18.13 Interpretations. Headings in this Agreement are for convenience only and do not affect the meaning or interpretation of this Agreement. This Agreement will not be construed either in favor of or against one party or the other, but rather in accordance with its fair meaning. When the term “including” is used in this Agreement it will be construed in each case to mean “including, but not limited to.” The term “person” refers to any legal person, and may mean a natural person (individual), a legally created person (such as an entity, trustee, or executor), or an entity (such as a corporation, partnership, or limited liability company). The use of the words “partner” or “partnership” in this Agreement or otherwise refers only to a business relationship, and does not create or reflect any legal partnership, joint venture, or other fiduciary or other special relationship between the persons described as partners. The words “will” and “shall” are words of obligation, not expressions of intent or expectation. The word “personnel” refers to the employees and individual contractors under the direct supervision of the person referred to.

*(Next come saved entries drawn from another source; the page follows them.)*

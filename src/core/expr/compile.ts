/**
 * Translation of a mathjs expression tree into JavaScript source over a
 * whitelist: numbers, symbols resolved by the caller, + − × ÷ ^ and the
 * functions in `FUNCTIONS`. Anything else is rejected, so the generated
 * source never contains user text (symbol names become array accesses,
 * numbers are re-printed from their parsed value).
 */
import {
  isConstantNode,
  isFunctionNode,
  isOperatorNode,
  isParenthesisNode,
  isSymbolNode
} from 'mathjs';
import type { MathNode } from 'mathjs';
import { ExpressionError } from './normalize';

type Emit = (args: string[]) => string;

/** Whitelisted functions: name → allowed argument counts and JS emitter. */
const FUNCTIONS: Readonly<Record<string, { arity: number[]; emit: Emit }>> = {
  exp: { arity: [1], emit: (a) => `Math.exp(${a[0]})` },
  expm1: { arity: [1], emit: (a) => `Math.expm1(${a[0]})` },
  log: {
    arity: [1, 2],
    emit: (a) => (a.length === 1 ? `Math.log(${a[0]})` : `(Math.log(${a[0]}) / Math.log(${a[1]}))`)
  },
  log10: { arity: [1], emit: (a) => `Math.log10(${a[0]})` },
  log2: { arity: [1], emit: (a) => `Math.log2(${a[0]})` },
  log1p: { arity: [1], emit: (a) => `Math.log1p(${a[0]})` },
  sqrt: { arity: [1], emit: (a) => `Math.sqrt(${a[0]})` },
  cbrt: { arity: [1], emit: (a) => `Math.cbrt(${a[0]})` },
  abs: { arity: [1], emit: (a) => `Math.abs(${a[0]})` },
  sign: { arity: [1], emit: (a) => `Math.sign(${a[0]})` },
  sin: { arity: [1], emit: (a) => `Math.sin(${a[0]})` },
  cos: { arity: [1], emit: (a) => `Math.cos(${a[0]})` },
  tan: { arity: [1], emit: (a) => `Math.tan(${a[0]})` },
  sec: { arity: [1], emit: (a) => `(1 / Math.cos(${a[0]}))` },
  csc: { arity: [1], emit: (a) => `(1 / Math.sin(${a[0]}))` },
  cot: { arity: [1], emit: (a) => `(1 / Math.tan(${a[0]}))` },
  asin: { arity: [1], emit: (a) => `Math.asin(${a[0]})` },
  acos: { arity: [1], emit: (a) => `Math.acos(${a[0]})` },
  atan: { arity: [1], emit: (a) => `Math.atan(${a[0]})` },
  atan2: { arity: [2], emit: (a) => `Math.atan2(${a[0]}, ${a[1]})` },
  sinh: { arity: [1], emit: (a) => `Math.sinh(${a[0]})` },
  cosh: { arity: [1], emit: (a) => `Math.cosh(${a[0]})` },
  tanh: { arity: [1], emit: (a) => `Math.tanh(${a[0]})` },
  sech: { arity: [1], emit: (a) => `(1 / Math.cosh(${a[0]}))` },
  csch: { arity: [1], emit: (a) => `(1 / Math.sinh(${a[0]}))` },
  coth: { arity: [1], emit: (a) => `(1 / Math.tanh(${a[0]}))` },
  asinh: { arity: [1], emit: (a) => `Math.asinh(${a[0]})` },
  acosh: { arity: [1], emit: (a) => `Math.acosh(${a[0]})` },
  atanh: { arity: [1], emit: (a) => `Math.atanh(${a[0]})` },
  square: { arity: [1], emit: (a) => `((${a[0]}) * (${a[0]}))` },
  cube: { arity: [1], emit: (a) => `Math.pow(${a[0]}, 3)` },
  pow: { arity: [2], emit: (a) => `Math.pow(${a[0]}, ${a[1]})` },
  nthRoot: {
    arity: [1, 2],
    emit: (a) =>
      a.length === 1
        ? `Math.sqrt(${a[0]})`
        : `(Math.sign(${a[0]}) * Math.pow(Math.abs(${a[0]}), 1 / (${a[1]})))`
  },
  min: { arity: [2, 3, 4], emit: (a) => `Math.min(${a.join(', ')})` },
  max: { arity: [2, 3, 4], emit: (a) => `Math.max(${a.join(', ')})` }
};

/** Names of the functions an expression may call. */
export const SUPPORTED_FUNCTIONS: readonly string[] = Object.freeze(Object.keys(FUNCTIONS));

const BINARY: Readonly<Record<string, string>> = {
  add: '+',
  subtract: '-',
  multiply: '*',
  divide: '/'
};

/** Resolves a symbol to a JS snippet (an array access or a number), or null if unknown. */
export type SymbolResolver = (name: string) => string | null;

/** Prints a finite number so that it parses back to the same double. */
export function numberLiteral(v: number): string {
  if (!Number.isFinite(v)) {
    throw new ExpressionError(`non-finite constant ${v} in expression`);
  }
  const s = String(v);
  return v < 0 ? `(${s})` : s;
}

/**
 * Common subexpressions of expressions evaluated at the same point: every
 * operator or function application becomes a `const tN = …;` line, and an
 * application already seen (same source after its arguments were named)
 * reuses its name. The arithmetic is unchanged, only done once.
 */
export class SharedTerms {
  /** Declarations, in dependency order. */
  readonly lines: string[] = [];
  private readonly _names = new Map<string, string>();

  /** Name of the temporary holding `js` (declared on first use). */
  intern(js: string): string {
    let name = this._names.get(js);
    if (name === undefined) {
      name = `t${this._names.size}`;
      this._names.set(js, name);
      this.lines.push(`const ${name} = ${js};`);
    }
    return name;
  }
}

/** Small integer exponents written as products (only where the base is a name or a number). */
function integerPower(base: string, exponent: MathNode): string | null {
  while (isParenthesisNode(exponent)) {
    exponent = exponent.content;
  }
  let e: unknown = null;
  if (isConstantNode(exponent)) {
    e = exponent.value;
  } else if (isOperatorNode(exponent) && exponent.fn === 'unaryMinus' && isConstantNode(exponent.args[0])) {
    const v: unknown = exponent.args[0].value;
    e = typeof v === 'number' ? -v : null;
  }
  if (!/^(?:[a-z]\w*|\(?-?[\d.e+-]+\)?)$/i.test(base)) {
    return null;
  }
  switch (e) {
    case 2:
      return `(${base} * ${base})`;
    case 3:
      return `(${base} * ${base} * ${base})`;
    case -1:
      return `(1 / ${base})`;
    case -2:
      return `(1 / (${base} * ${base}))`;
    default:
      return null;
  }
}

/**
 * JS source for `node`. Throws `ExpressionError` for anything outside the
 * whitelist. With `shared`, every application is named there (see
 * `SharedTerms`) and the result is a name or a literal.
 */
export function toJavaScript(node: MathNode, resolve: SymbolResolver, shared?: SharedTerms): string {
  const named = (js: string): string => (shared ? shared.intern(js) : js);
  if (isParenthesisNode(node)) {
    return toJavaScript(node.content, resolve, shared);
  }
  if (isConstantNode(node)) {
    const v: unknown = node.value;
    if (typeof v !== 'number') {
      throw new ExpressionError(`unsupported constant ${String(v)}`);
    }
    return numberLiteral(v);
  }
  if (isSymbolNode(node)) {
    const js = resolve(node.name);
    if (js === null) {
      throw new ExpressionError(`unknown symbol "${node.name}"`);
    }
    return js;
  }
  if (isOperatorNode(node)) {
    const args = node.args.map((a) => toJavaScript(a, resolve, shared));
    const fn: string = node.fn;
    if (fn === 'unaryMinus' && args.length === 1) {
      return named(`(-(${args[0]}))`);
    }
    if (fn === 'unaryPlus' && args.length === 1) {
      return `(${args[0]})`;
    }
    if (fn === 'pow' && args.length === 2) {
      return named((shared ? integerPower(args[0], node.args[1]) : null) ?? `Math.pow(${args[0]}, ${args[1]})`);
    }
    const op = BINARY[fn];
    if (op && args.length >= 2) {
      return named(`(${args.map((a) => `(${a})`).join(` ${op} `)})`);
    }
    throw new ExpressionError(`unsupported operator "${node.op}"`);
  }
  if (isFunctionNode(node)) {
    const fnNode: unknown = node.fn;
    const name = isSymbolNode(fnNode as MathNode) ? (fnNode as { name: string }).name : '';
    const spec = Object.prototype.hasOwnProperty.call(FUNCTIONS, name) ? FUNCTIONS[name] : undefined;
    if (!spec) {
      throw new ExpressionError(
        `unsupported function "${name || '?'}"; supported: ${SUPPORTED_FUNCTIONS.join(', ')}`
      );
    }
    if (!spec.arity.includes(node.args.length)) {
      throw new ExpressionError(`${name}() takes ${spec.arity.join(' or ')} argument(s), got ${node.args.length}`);
    }
    return named(spec.emit(node.args.map((a) => toJavaScript(a, resolve, shared))));
  }
  throw new ExpressionError(`unsupported construct (${node.type}) in expression`);
}

/** Symbols used in `node` (excluding function names), in order of first appearance. */
export function collectSymbols(node: MathNode, out: string[] = []): string[] {
  if (isSymbolNode(node)) {
    if (!out.includes(node.name)) {
      out.push(node.name);
    }
    return out;
  }
  if (isParenthesisNode(node)) {
    return collectSymbols(node.content, out);
  }
  if (isOperatorNode(node) || isFunctionNode(node)) {
    for (const a of node.args) {
      collectSymbols(a, out);
    }
  }
  return out;
}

18.14 Legal Fees. If any legal action is brought to enforce any rights or obligations under this Agreement, the prevailing party shall be entitled to recover its reasonable attorneys’ fees, court costs and other collection expenses, in addition to any other relief it may be awarded.
18.15 Representation by Individual Submitting the Order. If an individual submits an Order on his or her own behalf (including as a sole proprietor), the individual represents and warrants to SonicWall that he or she is old enough to enter into contracts and otherwise has the legal capacity to enter into contracts under applicable law. If the individual submits the Order does on behalf of a company or other legal entity, the individual represents and warrants to SonicWall that he or she has the legal power and authority to bind that entity to the Order and this Agreement.
18.16 Complete and Exclusive Agreement. The Agreement is the complete and exclusive agreement between the parties regarding its subject matter and supersedes and replaces in its entirety any prior or contemporaneous agreement or understanding written or oral.